Giorgio Valoti, prefeito de Cene, cidade próxima de Bergamo, morreu na última sexta-feira. Ele tinha 70 anos. Seu filho, Alessandro, disse que 90 pessoas morreram no mesmo dia no principal hospital de Bergamo. O vírus “está massacrando este vale; todas as famílias estão perdendo alguém querido”, disse ele. "Em Bergamo, são tantos corpos se acumulando que já não se sabe o que fazer com eles".
Em Fiobbio, um povoado nos arredores de Bergamo, uma ambulância veio buscar o pai de Luca Carrara, 86 anos, no sábado. No domingo, outra veio buscar a mãe, de 82 anos. Carrara, de 52 anos, não pôde visitá-los no hospital e ficou em casa em quarentena, onde começou a mostrar sintomas do vírus. Na terça-feira, 10, seus pais morreram. Seus corpos são mantidos no necrotério do hospital e aguardam a cremação.
"Sinto muito por eles ainda estarem lá", disse ele. "Ainda mais sozinhos."
Luca di Palma, de 49 anos, disse que seu pai, Vittorio, de 79 anos, morreu na noite de quarta-feira e que a funerária para a qual ele ligou disse que não havia espaço para o corpo.

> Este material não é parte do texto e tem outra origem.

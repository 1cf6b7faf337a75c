/*
 * test_sweep.c - one-event sensitivity sweeps (layerwise sweep).
 */
#include <setjmp.h>
#include <stdarg.h>
#include <stddef.h>
#include <cmocka.h>

#include <math.h>
#include <stdio.h>
#include <string.h>

#include "layerwise/uncertainty.h"
#include "testutil.h"

static lw_sweep *sweep(const lw_model *m, const char *ev, double from,
                       double to, size_t steps, bool lg)
{
    lw_error err = LW_ERROR_INIT;
    lw_sweep *s = NULL;
    lw_status st = lw_sweep_run(m, LW_NONE, 0, ev, from, to, steps, lg, NULL,
                                &s, &err);
    if (st != LW_OK) {
        for (size_t i = 0; i < err.count; i++)
            fprintf(stderr, "%s\n", err.items[i].message);
        lw_error_clear(&err);
        fail_msg("sweep failed: %s", lw_status_name(st));
    }
    lw_error_clear(&err);
    return s;
}

static lw_model *load_fmt(const char *fmt, ...)
{
    char buf[8192];
    va_list ap;
    va_start(ap, fmt);
    vsnprintf(buf, sizeof buf, fmt, ap);
    va_end(ap);
    return tu_load(buf);
}

/* E.(A + B) with pE = 0.01, pA = 0.3, pB = 0.2 and a tolerable level
 * 4e-3 */
static const char *plain_xml =
    "<safety-model format=\"1\" id=\"t\">"
    "<exposure unit=\"episode\" per-year=\"5000\"/>"
    "<hazard id=\"h\" tolerable=\"0.004\"><all>"
    "<error id=\"e\" p=\"0.01\"/>"
    "<any><safeguard id=\"a\" p=\"0.3\"/><safeguard id=\"b\" p=\"0.2\"/>"
    "</any></all></hazard>"
    "<condition id=\"c\" state=\"false\"/>"
    "</safety-model>";

static void test_linear_plain_event(void **state)
{
    (void)state;
    lw_model *m = tu_load(plain_xml);
    lw_sweep *s = sweep(m, "a", 0.0, 1.0, 11, false);
    /* closed form: P = pE (pA + pB - pA pB) = pE pB + pE (1 - pB) pA */
    double a = 0.01 * 0.2, b = 0.01 * 0.8;
    assert_true(s->linear);
    assert_true(s->in_hazard);
    assert_close(s->a, a, 1e-12);
    assert_close(s->b, b, 1e-12);
    assert_int_equal(s->npoints, 11);
    for (size_t i = 0; i < s->npoints; i++) {
        const lw_sweep_point *p = &s->points[i];
        /* every point on the line, to 1e-12 */
        if (fabs(p->probability - (s->a + s->b * p->x)) > 1e-12)
            fail_msg("point %zu off the line", i);
        assert_close(p->per_year, p->probability * 5000, 1e-12);
    }
    /* closed form: equal steps 0, 0.1, ..., 1 with exact ends */
    assert_true(s->points[0].x == 0.0 && s->points[10].x == 1.0);
    assert_close(s->points[3].x, 0.3, 1e-12);
    /* the as-modelled point: pA = 0.3 (closed form 0.01 * 0.44) */
    assert_close(s->current_p, 0.3, 0);
    assert_close(s->current_probability, 0.0044, 1e-12);
    /* tolerable 0.004 is crossed at x = (0.004 - a) / b = 0.25 (closed
     * form) */
    assert_true(s->has_tolerable);
    assert_true(s->crosses);
    assert_close(s->crossing_x, 0.25, 1e-12);
    lw_sweep_free(s);
    /* a range that never reaches it */
    s = sweep(m, "a", 0.0, 0.2, 5, false);
    assert_false(s->crosses);
    lw_sweep_free(s);
    lw_model_free(m);
}

static void test_log_steps(void **state)
{
    (void)state;
    lw_model *m = tu_load(plain_xml);
    lw_sweep *s = sweep(m, "e", 1e-4, 1e-1, 4, true);
    /* closed form: geometric steps 1e-4, 1e-3, 1e-2, 1e-1 */
    assert_true(s->points[0].x == 1e-4);
    assert_close(s->points[1].x, 1e-3, 1e-12);
    assert_close(s->points[2].x, 1e-2, 1e-12);
    assert_true(s->points[3].x == 1e-1);
    /* closed form: P = x (0.3 + 0.2 - 0.06) */
    for (size_t i = 0; i < 4; i++)
        assert_close(s->points[i].probability, 0.44 * s->points[i].x, 1e-12);
    assert_close(s->a, 0.0, 0);
    assert_close(s->b, 0.44, 1e-12);
    lw_sweep_free(s);
    lw_model_free(m);
}

/* A common-cause member: the curve is not a line; each point must equal
 * the exact probability of the model with that member's p. */
static const char *cc_fmt =
    "<safety-model format=\"1\" id=\"t\">"
    "<hazard id=\"h\" tolerable=\"%s\"><all>"
    "<error id=\"e\" p=\"0.1\"/>"
    "<safeguard id=\"a\" p=\"%.17g\"/><safeguard id=\"b\" p=\"0.2\"/>"
    "</all></hazard>"
    "<common-cause id=\"g\" beta=\"0.3\" members=\"a b\"/>"
    "</safety-model>";

static double cc_prob(double pa)
{
    lw_model *m = load_fmt(cc_fmt, "1e-3", pa);
    double P = tu_prob(m, LW_NONE, 0);
    lw_model_free(m);
    return P;
}

static void test_common_cause_member(void **state)
{
    (void)state;
    lw_model *m = load_fmt(cc_fmt, "0.01", 0.1);
    lw_sweep *s = sweep(m, "a", 0.05, 0.6, 12, false);
    assert_false(s->linear);
    for (size_t i = 0; i < s->npoints; i++)
        assert_close(s->points[i].probability, cc_prob(s->points[i].x),
                     1e-12);
    /* closed form at pa = 0.4: q = 0.3 * min(0.4, 0.2) = 0.06; members
     * (x OR C): P(a and b) = q + (1 - q) ra rb with ra = (0.4 - q)/(1 - q),
     * rb = (0.2 - q)/(1 - q); times pE = 0.1 */
    double q = 0.06, ra = (0.4 - q) / (1 - q), rb = (0.2 - q) / (1 - q);
    assert_close(cc_prob(0.4), 0.1 * (q + (1 - q) * ra * rb), 1e-12);
    /* the crossing is found by bisection: P(crossing) = tolerable */
    assert_true(s->crosses);
    assert_close(cc_prob(s->crossing_x), 0.01, 1e-9);
    lw_sweep_free(s);
    lw_model_free(m);
}

static void test_dependence_second(void **state)
{
    (void)state;
    static const char *fmt =
        "<safety-model format=\"1\" id=\"t\">"
        "<hazard id=\"h\"><all>"
        "<error id=\"e\" p=\"0.01\"/>"
        "<safeguard id=\"n1\" p=\"0.1\"/><safeguard id=\"n2\" p=\"%.17g\"/>"
        "</all></hazard>"
        "<dependence id=\"d\" first=\"n1\" second=\"n2\" level=\"high\"/>"
        "</safety-model>";
    lw_model *m = load_fmt(fmt, 0.1);
    lw_sweep *s = sweep(m, "n2", 0.01, 0.5, 5, false);
    assert_false(s->linear);
    for (size_t i = 0; i < s->npoints; i++) {
        double x = s->points[i].x;
        /* NUREG/CR-1278 ch. 20 (methods.md §3.2): HD conditional
         * (1 + p) / 2, so P = pE * pA * (1 + x) / 2 */
        assert_close(s->points[i].probability, 0.01 * 0.1 * (1 + x) / 2,
                     1e-12);
    }
    lw_sweep_free(s);
    /* the first of a dependence is a plain variable: linear */
    s = sweep(m, "n1", 0.0, 1.0, 3, false);
    assert_true(s->linear);
    assert_close(s->b, 0.01 * (1 + 0.1) / 2, 1e-12);
    lw_sweep_free(s);
    lw_model_free(m);
}

static void test_observed_and_absent(void **state)
{
    (void)state;
    lw_model *m = tu_load(
        "<safety-model format=\"1\" id=\"t\">"
        "<hazard id=\"h\"><all>"
        "<error id=\"e\" p=\"0.01\"/>"
        "<safeguard id=\"o\"><observed count=\"0\" of=\"300\"/></safeguard>"
        "<safeguard id=\"x\" p=\"0.5\" present=\"no\"/>"
        "</all></hazard></safety-model>");
    lw_sweep *s = sweep(m, "o", 0.0, 0.1, 3, false);
    assert_true(s->observed);
    /* methods.md §6.3 [D]: 0/300: Jeffreys mean 1.66113e-3, rule of 3
     * 0.01 */
    assert_close(s->obs.est.mean, 1.66113e-3, 1e-5);
    assert_close(s->obs.est.rule_of_three, 0.01, 1e-12);
    assert_close(s->current_p, 1.66113e-3, 1e-5);
    lw_sweep_free(s);
    /* an absent safeguard is swept as if present */
    s = sweep(m, "x", 0.0, 1.0, 3, false);
    assert_true(s->was_absent);
    assert_close(s->current_p, 1.0, 0);
    /* closed form: 0.01 * (0.5 / 301) * x */
    assert_close(s->points[1].probability, 0.01 * (0.5 / 301) * 0.5, 1e-12);
    lw_sweep_free(s);
    lw_model_free(m);
}

static void test_errors(void **state)
{
    (void)state;
    lw_model *m = tu_load(plain_xml);
    lw_error err = LW_ERROR_INIT;
    lw_sweep *s = NULL;
    assert_int_equal(lw_sweep_run(m, LW_NONE, 0, "nope", 0, 1, 5, false, NULL,
                                  &s, &err), LW_EUSAGE);
    assert_int_equal(lw_sweep_run(m, LW_NONE, 0, "c", 0, 1, 5, false, NULL,
                                  &s, &err), LW_EUSAGE);
    assert_int_equal(lw_sweep_run(m, LW_NONE, 0, "a", 0.5, 0.5, 5, false,
                                  NULL, &s, &err), LW_EUSAGE);
    assert_int_equal(lw_sweep_run(m, LW_NONE, 0, "a", 0, 1.5, 5, false, NULL,
                                  &s, &err), LW_EUSAGE);
    assert_int_equal(lw_sweep_run(m, LW_NONE, 0, "a", 0, 1, 5, true, NULL,
                                  &s, &err), LW_EUSAGE);
    assert_int_equal(lw_sweep_run(m, LW_NONE, 0, "a", 0, 1, 1, false, NULL,
                                  &s, &err), LW_EUSAGE);
    assert_null(s);
    lw_error_clear(&err);
    lw_model_free(m);
}

int main(void)
{
    const struct CMUnitTest tests[] = {
        cmocka_unit_test(test_linear_plain_event),
        cmocka_unit_test(test_log_steps),
        cmocka_unit_test(test_common_cause_member),
        cmocka_unit_test(test_dependence_second),
        cmocka_unit_test(test_observed_and_absent),
        cmocka_unit_test(test_errors),
    };
    return cmocka_run_group_tests(tests, NULL, NULL);
}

Em vez disso, os trabalhadores entregaram em sua casa um caixão, algumas velas, uma cruz e uma geladeira mortuária para que ele pudesse deixar o pai na sala de estar. Ele disse que ninguém veio prestar homenagem, por medo de contágio, embora seu pai tivesse morrido antes de ter sido confirmado como um caso de coronavírus, e os médicos se recusaram a realizar um teste de cotonete post mortem.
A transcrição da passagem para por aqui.